After finishing my commission early in 1992 I accepted the position on contract for five years as the Coordinator of the Aboriginal Studies programme at Murdoch University which might not have been the best move as my second divorced wife was living in Perth. When I arrived she took me to court for child maintenance and as I had a well paying job I gladly helped to support my two c
hildren.
A main reason for taking the job was to write a book on Aboriginal Affairs. Over the five years in the breaks between teaching I researched and wrote Us Mob—History, Culture, Struggle: An Introduction to Indigenous Australia which sold well and won the Ruth Adeney Koori Award for Aboriginal writing.
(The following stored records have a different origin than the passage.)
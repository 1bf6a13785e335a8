package report

import (
	"bytes"
	"fmt"
	"image/color"
	"math"
	"math/big"
	"regexp"
	"slices"
	"sort"
	"strconv"
	"strings"

	"github.com/lyacert/lyacert/certificates"
	"github.com/lyacert/lyacert/claims"

	"gonum.org/v1/plot"
	"gonum.org/v1/plot/font"
	"gonum.org/v1/plot/plotter"
	"gonum.org/v1/plot/vg"
	"gonum.org/v1/plot/vg/draw"
	"gonum.org/v1/plot/vg/vgsvg"
)

var (
	negInf = math.Inf(-1)
	posInf = math.Inf(1)

	// Colours that stay apart in greyscale print: a dark green for
	// "holds", a light red for "fails", mid grey for "undecided".
	holdsColor     = color.RGBA{0x1b, 0x78, 0x37, 0xff}
	failsColor     = color.RGBA{0xf4, 0xa5, 0x82, 0xff}
	undecidedColor = color.RGBA{0xbd, 0xbd, 0xbd, 0xff}
)

// view returns the stretch of the parameter axis to draw: the finite ends,
// with a quarter of their span added on an unbounded side.
func view(ps []stripPiece) (lo, hi float64) {
	lo, hi = posInf, negInf
	for _, p := range ps {
		for _, x := range []float64{p.lo, p.hi} {
			if !math.IsInf(x, 0) {
				lo, hi = math.Min(lo, x), math.Max(hi, x)
			}
		}
	}
	if lo > hi {
		lo, hi = -1, 1
	}
	span := hi - lo
	if span == 0 {
		span = math.Max(1, math.Abs(lo))
	}
	if math.IsInf(ps[0].lo, -1) {
		lo -= span / 4
	}
	if math.IsInf(ps[len(ps)-1].hi, 1) {
		hi += span / 4
	}
	if lo == hi {
		lo, hi = lo-1, hi+1
	}
	return lo, hi
}

func clamp(x, lo, hi float64) float64 { return math.Max(lo, math.Min(hi, x)) }

// stripPlot draws the one-parameter region as a strip along the parameter's
// range, each piece coloured by whether the conditions hold on it, with the
// piece ends marked on the axis (an irrational end by its name and its
// decimal). It is drawn with gonum/plot; the float64 positions are for the
// picture only.
func stripPlot(rv *regionView) (*plot.Plot, error) {
	ps := rv.strip
	lo, hi := view(ps)
	p := plot.New()
	p.HideY()
	p.X.Label.Text = plainName(rv.Name)
	p.X.Min, p.X.Max = lo, hi
	p.Y.Min, p.Y.Max = 0, 1
	var ticks []plot.Tick
	seen := map[float64]bool{}
	addTick := func(x float64, label string) {
		if seen[x] {
			return
		}
		seen[x] = true
		ticks = append(ticks, plot.Tick{Value: x, Label: label})
	}
	for _, pc := range ps {
		a, b := clamp(pc.lo, lo, hi), clamp(pc.hi, lo, hi)
		if pc.point {
			w := (hi - lo) / 200
			a, b = a-w, b+w
		}
		poly, err := plotter.NewPolygon(plotter.XYs{{X: a, Y: 0.15}, {X: b, Y: 0.15}, {X: b, Y: 0.6}, {X: a, Y: 0.6}})
		if err != nil {
			return nil, err
		}
		poly.Color = failsColor
		if pc.holds {
			poly.Color = holdsColor
		}
		poly.LineStyle.Width = vg.Points(0.5)
		poly.LineStyle.Color = color.Gray{0x40}
		p.Add(poly)
		addTick(clamp(pc.lo, lo, hi), tickLabel(pc.lo, pc.loText, pc.loName))
		addTick(clamp(pc.hi, lo, hi), tickLabel(pc.hi, pc.hiText, pc.hiName))
	}
	sort.Slice(ticks, func(i, j int) bool { return ticks[i].Value < ticks[j].Value })
	// Drop labels that would overlap; the closed form in the report and
	// the text output have them all.
	minGap := (hi - lo) / 9
	last := negInf
	for i := range ticks {
		if ticks[i].Value-last < minGap {
			ticks[i].Label = ""
			continue
		}
		last = ticks[i].Value
	}
	p.X.Tick.Marker = plot.ConstantTicks(ticks)
	p.Title.Text = "Where the conditions hold, along " + plainName(rv.Name)
	p.Legend.Add("every condition holds", swatch{holdsColor})
	p.Legend.Add("a condition fails", swatch{failsColor})
	p.Legend.Top = true
	return p, nil
}

// stripWidth and stripHeight are the strip's size.
const (
	stripWidth  = 16 * vg.Centimeter
	stripHeight = 5 * vg.Centimeter
)

// drawStrip draws a strip with room on both sides for the labels of its
// ends, which are centred on the ends of the axis.
func drawStrip(p *plot.Plot, c draw.Canvas) {
	p.Draw(draw.Crop(c, vg.Centimeter, -vg.Centimeter, 0, 0))
}

// stripSVG is stripPlot as an inline SVG element.
func stripSVG(rv *regionView) (string, error) {
	p, err := stripPlot(rv)
	if err != nil {
		return "", err
	}
	return drawSVGWith(stripWidth, stripHeight, func(c draw.Canvas) { drawStrip(p, c) })
}

// RegionPlot draws the one-parameter region of a certificate as a strip
// along the parameter's range: the exact pieces where every condition holds
// and where one fails, coloured, their ends marked (an irrational end by
// its name and decimal, as in the report). format is "svg", "png" or "pdf".
// The certificate is re-checked first, as for Render; one without a
// one-parameter region gives an error.
func RegionPlot(doc *claims.Document, format string) ([]byte, error) {
	p, err := build(doc, Options{})
	if err != nil {
		return nil, err
	}
	if len(p.Regions) == 0 {
		return nil, fmt.Errorf("the certificate has no one-parameter region to draw")
	}
	if len(p.Regions) > 1 {
		return nil, fmt.Errorf("the region is a product of %d one-parameter regions; draw its paving instead", len(p.Regions))
	}
	pl, err := stripPlot(p.Regions[0])
	if err != nil {
		return nil, err
	}
	return renderPlot(stripWidth, stripHeight, format, func(c draw.Canvas) { drawStrip(pl, c) })
}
I worked hard in Perth and then my eldest sister, Betty contacted me. I met her at the old St. Joseph’s Girls’ Orphanage which was turning into a museum or something strange. When I came to her the first thing she said to me was: ‘Why do you want to be an Aborigine, they are dirty.’ I actually startled and stared at this old brown woman who looked like a Noongar woman. With her was an Irish woman who had done our genealogy somewhat carelessly. She said that I should be happy that I came from a well-off pastoral family. She didn’t know that I had already researched out this supposedly welloff pastoral family and they were nothing of the sort. Next and worse, I met my brother Frank whom I remembered meeting in Clontarf. I had treasured this meeting and now he denied that it had ever taken place. He also looked like a Noongar. I didn’t know what to make of these two and felt insulted and hurt by both of them. They weren’t my kind of folks and there was nothing in their looks to even suggest that they were descended from Afro-Americans and not Noongars. Betty reminded me of those sad dark women who when girls had spent hours scrubbing their faces in order to rub off the black. In Western Australia to be an Aborigine is the worst thing you can be and even my eldest son, Kalu, has told me that they hate Aborigines there. From recent events this still appears to be the case and I have no plans to return to my home state , though at times I do get home sick.